The [jurisdiction-stripping] statute applies to decisions “the authority for which is specified under this subchapter to be in the discretion of the Attorney General.” (emphasis added). The discretion to grant or deny motions to reopen or reconsider is conferred by the Attorney General’s regulations, not by statute. See 8 C.F.R. § 1003.2. Thus, we have continued our long-standing practice of reviewing the denial of motions to reopen for abuse of the BIA’s discretion.

Miah v. Mukasey, 519 F.3d 784, 789 n. 1 (8th Cir.2008) (quoting 8 U.S.C. § 1252(a)(2)(B)(ii)).

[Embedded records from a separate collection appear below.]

#include "base/text.h"

#include "base/errors.h"

#include <cstdint>
#include <cstdio>

namespace backcomb
{
  namespace
  {
    // Length of the valid UTF-8 sequence starting at `i`, or 0 (RFC 3629,
    // section 4: the well-formed byte sequences).
    std::size_t
    sequence_length(const std::string_view s, const std::size_t i)
    {
      const auto b = [&](std::size_t k) { return static_cast<unsigned char>(s[k]); };
      const unsigned char c = b(i);
      if (c < 0x80)
        return 1;
      std::size_t   n  = 0;
      unsigned char lo = 0x80, hi = 0xBF; // range of the second byte
      if (c >= 0xC2 && c <= 0xDF)
        n = 2;
      else if (c >= 0xE0 && c <= 0xEF)
        {
          n  = 3;
          lo = c == 0xE0 ? 0xA0 : 0x80;
          hi = c == 0xED ? 0x9F : 0xBF;
        }
      else if (c >= 0xF0 && c <= 0xF4)
        {
          n  = 4;
          lo = c == 0xF0 ? 0x90 : 0x80;
          hi = c == 0xF4 ? 0x8F : 0xBF;
        }
      else
        return 0;
      if (i + n > s.size() || b(i + 1) < lo || b(i + 1) > hi)
        return 0;
      for (std::size_t k = 2; k < n; ++k)
        if (b(i + k) < 0x80 || b(i + k) > 0xBF)
          return 0;
      return n;
    }

    std::string
    hex_byte(const unsigned char c)
    {
      char buffer[8];
      std::snprintf(buffer, sizeof buffer, "0x%02X", c);
      return buffer;
    }
  } // namespace

  std::optional<std::size_t>
  first_invalid_utf8(const std::string_view text)
  {
    for (std::size_t i = 0; i < text.size();)
      {
        const std::size_t n = sequence_length(text, i);
        if (n == 0)
          return i;
        i += n;
      }
    return std::nullopt;
  }

  std::string
  escape_invalid_utf8(const std::string_view text)
  {
    std::string out;
    out.reserve(text.size());
    for (std::size_t i = 0; i < text.size();)
      {
        const std::size_t n = sequence_length(text, i);
        if (n == 0)
          {
            out += "\\x" + hex_byte(static_cast<unsigned char>(text[i])).substr(2);
            ++i;
          }
        else
          {
            out.append(text.substr(i, n));
            i += n;
          }
      }
    return out;
  }

  void
  require_utf8(const std::string_view text, const std::string &where, const bool by_line)
  {
    const auto at = first_invalid_utf8(text);
    if (!at)
      return;
    std::size_t line = 1, line_start = 0;
    for (std::size_t i = 0; i < *at; ++i)
      if (text[i] == '\n')
        ++line, line_start = i + 1;
    const unsigned char byte = static_cast<unsigned char>(text[*at]);
    std::string         message = escape_invalid_utf8(where);
    if (by_line)
      message += ":" + std::to_string(line);
    message += ": byte " + hex_byte(byte) + " at offset " + std::to_string(*at) +
               (by_line ? " (column " + std::to_string(*at - line_start + 1) + ")" : std::string()) +
               " is not UTF-8 text";
    if (byte >= 0xA0)
      message += " (a Latin-1 or Windows-1252 character such as '\\xB5' for the micro sign?)";
    message += by_line ? "; save the file as UTF-8 (or use plain ASCII, e.g. 'um' for micrometres)"
                       : "; give the value in UTF-8 or plain ASCII";
    throw InputError(message);
  }

  std::string
  without_byte_order_mark(const std::string &text)
  {
    return text.compare(0, 3, "\xEF\xBB\xBF") == 0 ? text.substr(3) : text;
  }

  std::string
  result_fingerprint(const std::string &case_text, const std::vector<std::string> &overrides)
  {
    // 64-bit FNV-1a (G. Fowler, L. C. Noll, K.-P. Vo), as the checkpoint:
    // it tells inputs apart, it is no defence against deliberate forgery.
    std::uint64_t h   = 14695981039346656037ull;
    const auto    add = [&h](const std::string &s) {
      const std::string framed = std::to_string(s.size()) + ":" + s;
      for (const char c : framed)
        {
          h ^= static_cast<unsigned char>(c);
          h *= 1099511628211ull;
        }
    };
    add(program_version());
    add(case_text);
    for (const auto &o : overrides)
      add(o);
    char buffer[20];
    std::snprintf(buffer, sizeof buffer, "%016llx", static_cast<unsigned long long>(h));
    return buffer;
  }

  const char *
  program_version()
  {
    return BACKCOMB_VERSION;
  }
} // namespace backcomb
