// The one place where numbers become text for result files, file names and
// screen tables, so that a value reads the same everywhere.
#pragma once

#include <string>

namespace backcomb
{
  // `v` with `significant` significant digits in the shortest of fixed and
  // exponential notation (printf "%.*g"); 10 digits keeps a double's value
  // to well below any figure the results quote. Non-finite values print as
  // "nan", "inf", "-inf".
  std::string format_number(double v, int significant = 10);

  // `v` with exactly `decimals` digits after the point ("0.6200"): biases in
  // file names and labels, where fixed width sorts and reads well.
  std::string format_fixed(double v, int decimals);

  // `s` without leading and trailing blanks, tabs and line ends (the text
  // of a value in a case file, a table cell, a --vary item).
  std::string trim(const std::string &s);
} // namespace backcomb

The BIA, however, has already once considered Vargas’s initial request for relief on grounds of exceptional and extremely unusual hardship. But, contrary to the Government’s argument, Vargas does not ask us to review that underlying decision. Even if we were to conclude that we do not have jurisdiction to consider a motion to reopen where an initial, unreviewable determination has been made, see Zacarias-Velasquez, 509 F.3d at 434, Infanzon v. Ashcroft, 386 F.3d 1359, 1361-62 (10th Cir.2004), that is not the case before us. Here, “the evidence submitted addresses a hardship ground so distinct from that considered previously as to make the motion to reopen a request for new relief, rather than a reconsideration of a prior denial.” Fernandez v. Gonzales, 439 F.3d 592, 602-03 (9th Cir.2006). Although the new evidence also goes to establishing hardship, it is not merely cumulative evidence prompting a re-evaluation of the relief already sought; rather, the new evidence provides a completely new basis for seeking cancellation of removal. 6 Accord *391 ingly, we have jurisdiction to review the BIA’s refusal to grant Vargas’s motion to remand, and we do so for abuse of discretion. See Guerra-Soto, 397 F.3d at 640.

“The [BIA] has discretion to deny a motion to reopen even if the party moving has made out a prima facie case for relief.” 8 C.F.R. § 1003.2(a).